# Estación desoldadora usando el mechero de un coche



## XoChe (Oct 14, 2017)

Hola. 

Os dejo un video de como convertir el mechero de un coche en un soldador/desoldador con la ventajas que tiene el no manejar aire. 

Saludos.


----------



## Omar A (Oct 14, 2017)

Que buena idea voy a probarlo ¿se podra hacer rebaling con ese freidor de chips?, bueno, supongo que controlando la altura, la potencia y el tiempo


----------



## elgriego (Oct 14, 2017)

XoChe dijo:


> Hola.
> 
> Os dejo un video de como convertir el mechero de un coche en un soldador/desoldador con la ventajas que tiene el no manejar aire.
> 
> ...



 Esta muy interesante,,, ahora los elementos resistiran el impacto termico. ???


----------



## pandacba (Oct 14, 2017)

Mechero???? yo veo un encendedor de cigarrillos, y en el video dice lo mismo en francés......


----------



## josco (Oct 15, 2017)

Se ve interesante, es cosa de hacer pruebas. pero pregunto si el resplandor no afectara los ojos?


----------



## D@rkbytes (Oct 15, 2017)

josco dijo:


> pero pregunto si el resplandor afectará a los ojos?

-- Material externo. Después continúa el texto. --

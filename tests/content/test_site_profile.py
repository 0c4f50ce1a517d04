"""What a health system may change by its profile, what it may not, and how it is told.

Profiles and patients are invented. A schedule, limit or tier written here shows the form and is no recommendation.
"""

from __future__ import annotations

import json
import tomllib
from dataclasses import replace
from datetime import UTC
from pathlib import Path
from typing import Any

import orjson
import pytest
from asking import card, finding, said
from builders import (
    ATC,
    LOINC,
    bundle,
    creatinine,
    egfr,
    heart_rate,
    lvef,
    nyha,
    order,
    patient,
    potassium,
    pressure,
    problem,
    sodium,
)
from expectations import AS_OF, PATIENTS
from published import faults

from cds.assessment import assess, check_orders, describe_records
from cds.cards.card import LONGEST_HEADLINE, TIERS
from cds.clinical.evaluate import evaluate
from cds.content.catalogue import catalogue
from cds.content.load import Content, load_content
from cds.content.published import published
from cds.content.site import SCHEMA, SiteProfile, SiteProfileError, as_json, read_site
from cds.content.site_overlay import with_site
from cds.errors import CdsError
from cds.fhir.build_record import build_record
from cds.fhir.bundle import split_by_patient
from cds.fhir.dates import parse_as_of
from cds.fhir.reading import COMMAND_LINE_LIMITS, read_json

CONTENT = load_content()
TARNWICK = Path(__file__).parents[2] / "fixtures" / "site" / "tarnwick.toml"
HEAD = '[site]\nname = "Tarnwick Lakes Health Network"\nversion = "7"\n'
FORMULARY = "https://codes.tarnwick.example/formulary"
LABORATORY = "https://codes.tarnwick.example/laboratory"
TODAY = "2026-03-01"
DAY = "2026-02-20"


def profile(text: str) -> SiteProfile:
    """A profile of these tables; the keys of [site] stand first."""
    return read_site((HEAD + text).encode(), name="profile.toml")


def content_of(text: str) -> Content:
    return with_site(CONTENT, profile(text))


def assessed(content: Content, *resources: dict[str, Any], as_of: str = TODAY) -> dict[str, Any]:
    """The one patient's assessment with its trace, as a receiver would parse it."""
    whole = assess(bundle(*resources), content, as_of=parse_as_of(as_of, UTC), trace=True)
    (only,) = orjson.loads(orjson.dumps(whole))["assessments"]
    return dict(only)


def record_of(content: Content, *resources: dict[str, Any]) -> dict[str, Any]:
    whole = describe_records(bundle(*resources), content, as_of=parse_as_of(TODAY, UTC))
    (only,) = orjson.loads(orjson.dumps(whole))["records"]
    return dict(only)


def without_an_mra(k: float) -> list[dict[str, Any]]:
    """HFrEF in NYHA class II on the other three pillars at target, with a potassium (mmol/L)."""
    return [
        patient(),
        problem("heart failure", "2024-01-10"),
        lvef(30, "2025-10-01"),
        nyha(2, DAY),
        pressure(124, 76, DAY),
        heart_rate(66, DAY),
        creatinine(1.0, DAY),
        potassium(k, DAY),
        order("sacubitril/valsartan", 200, 2, since="2025-06-01"),
        order("bisoprolol", 10, since="2025-06-01"),
        order("dapagliflozin", 10, since="2025-06-01"),
    ]


def local_order(code: str, tablets: float = 1) -> dict[str, Any]:
    """An order in tablets under a code of the network's own formulary, and under no other code or name."""
    line = {
        "timing": {"repeat": {"frequency": 1, "period": 1, "periodUnit": "d"}},
        "doseAndRate": [{"doseQuantity": {"value": tablets, "unit": "tablet"}}],
    }
    concept = {"coding": [{"system": FORMULARY, "code": code}]}
    return order("local", None, since="2025-11-01", concept=concept, dosageInstruction=[line])


def drug(more: str) -> str:
    return f'[[code.drug]]\nsystem = "{FORMULARY}"\ncode = "T1"\n{more}\n'


# Every part of a profile takes effect.


def test_a_local_drug_code_is_recognised_with_its_dose_in_tablets():
    content = content_of(drug('drug = "spironolactone"\nstrength_mg = 25'))
    (course,) = record_of(content, patient(), local_order("T1", tablets=2))["courses"]
    assert (course["drug"], course["drug_class"], course["daily_dose_mg"]) == ("spironolactone", "mra", 50)
    assert course["matched_by"] == "site"
    (unknown,) = record_of(CONTENT, patient(), local_order("T1"))["not_recognised"]
    assert unknown["code"] == "T1"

¿Cuándo te ha afectado el resplandor de un encendedor, una fogata o la llama de una estufa?
No es luz UV, es simplemente la incandescencia de una resistencia de NiCrom.
Obviamente si miras directamente cualquier fuente de luz de alta potencia, te dañarás la vista.

Edit: Tampoco está al blanco como una bombilla. Y esas sí que nos dejaban lampareados.


----------



## tiago (Oct 15, 2017)

elgriego dijo:


> Esta muy interesante,,, ahora los elementos resistiran el impacto termico. ???

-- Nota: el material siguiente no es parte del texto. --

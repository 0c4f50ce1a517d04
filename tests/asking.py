"""Ask the program as a sender would: bytes in, plain data out. What every test of findings and cards goes through."""

from __future__ import annotations

from datetime import UTC, tzinfo
from typing import Any

import orjson
from builders import Resource, bundle

from cds.assessment import assess, check_orders, describe_records
from cds.content.load import load_content
from cds.fhir.dates import parse_as_of

Answer = dict[str, Any]


def assessed(*resources: Resource, as_of: str, zone: tzinfo = UTC) -> Answer:
    """The assessment of the one patient of these resources, with its trace."""
    (only,) = assessment_of(bundle(*resources), as_of=as_of, zone=zone)["assessments"]
    return dict(only)


def assessment_of(data: bytes, *, as_of: str, zone: tzinfo = UTC) -> Answer:
    """The whole assessment, as a receiver would parse it."""
    return dict(orjson.loads(orjson.dumps(assess(data, load_content(), as_of=parse_as_of(as_of, zone), trace=True))))


def record_of(*resources: Resource, as_of: str, zone: tzinfo = UTC) -> Answer:
    """The record of the one patient of these resources."""
    whole = describe_records(bundle(*resources), load_content(), as_of=parse_as_of(as_of, zone))
    (only,) = orjson.loads(orjson.dumps(whole))["records"]
    return dict(only)


def finding(answer: Answer, rule: str, about: str | None = None) -> Answer:
    """The one finding of a rule, about a subject where the rule has several."""
    found = [f for f in answer["findings"] if f["rule"] == rule and (about is None or f["about"] == about)]
    assert len(found) == 1, f"{rule} about {about}: {len(found)} findings"
    return dict(found[0])


def said(answer: Answer, rule: str, about: str | None = None) -> str:
    """Outcome and action of a rule in short: "open/start", "blocked", "met"."""
    one = finding(answer, rule, about)
    return one["outcome"] if one["action"] is None else f"{one['outcome']}/{one['action']}"


def card(answer: Answer, rule: str) -> Answer:
    """The one card of a rule."""
    found = [c for c in answer["cards"] if c["rule"] == rule]
    assert len(found) == 1, f"{rule}: {len(found)} cards"
    return dict(found[0])


def proposed(answer: Answer, rule: str) -> list[str]:
    """The drug drafts of a rule's card in words, the preferred first: "spironolactone 25 mg once daily"."""
    return [
        f"{draft['medicationCodeableConcept']['text']} {draft['dosageInstruction'][0]['text']}"
        for draft in card(answer, rule)["drafts"]
        if draft["resourceType"] == "MedicationRequest"
    ]


def order_check_of(*resources: Resource, as_of: str, zone: tzinfo = UTC) -> Answer:
    """The order check of the one patient of these resources."""
    whole = check_orders(bundle(*resources), load_content(), as_of=parse_as_of(as_of, zone))
    (only,) = orjson.loads(orjson.dumps(whole))["checks"]
    return dict(only)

Ese es precisamente el quid de la cuestión. Los saca muy rápido y eso es porque hay presente un montón de temperatura. 
Debería hacerse un control de temperatura.

Saludos.


----------



## D@rkbytes (Oct 15, 2017)

tiago dijo:


> Ese es precisamente el quid de la cuestión. Los saca muy rápido y eso es porque hay presente un montón de temperatura.
> Debería hacerse un control de temperatura.
> 
> Saludos.


Es que un buen trabajo de soldadura o desmonte, es cuestión de temperatura.
Si se trata de quitar un C.I. hasta con un encendedor para cigarrillos a gas o una vela, se puede.
Lo importante es no destruir el sustrato, (PCB) los componentes cercanos y tampoco las pistas.

Yo para eso prefiero seguir usando el aire caliente. 
Y si de Reballing se trata, nada mejor que el equipo adecuado.


----------



## Omar A (Oct 15, 2017)

D@rkbytes dijo:


> Y si de Reballing se trata, nada mejor que el equipo adecuado.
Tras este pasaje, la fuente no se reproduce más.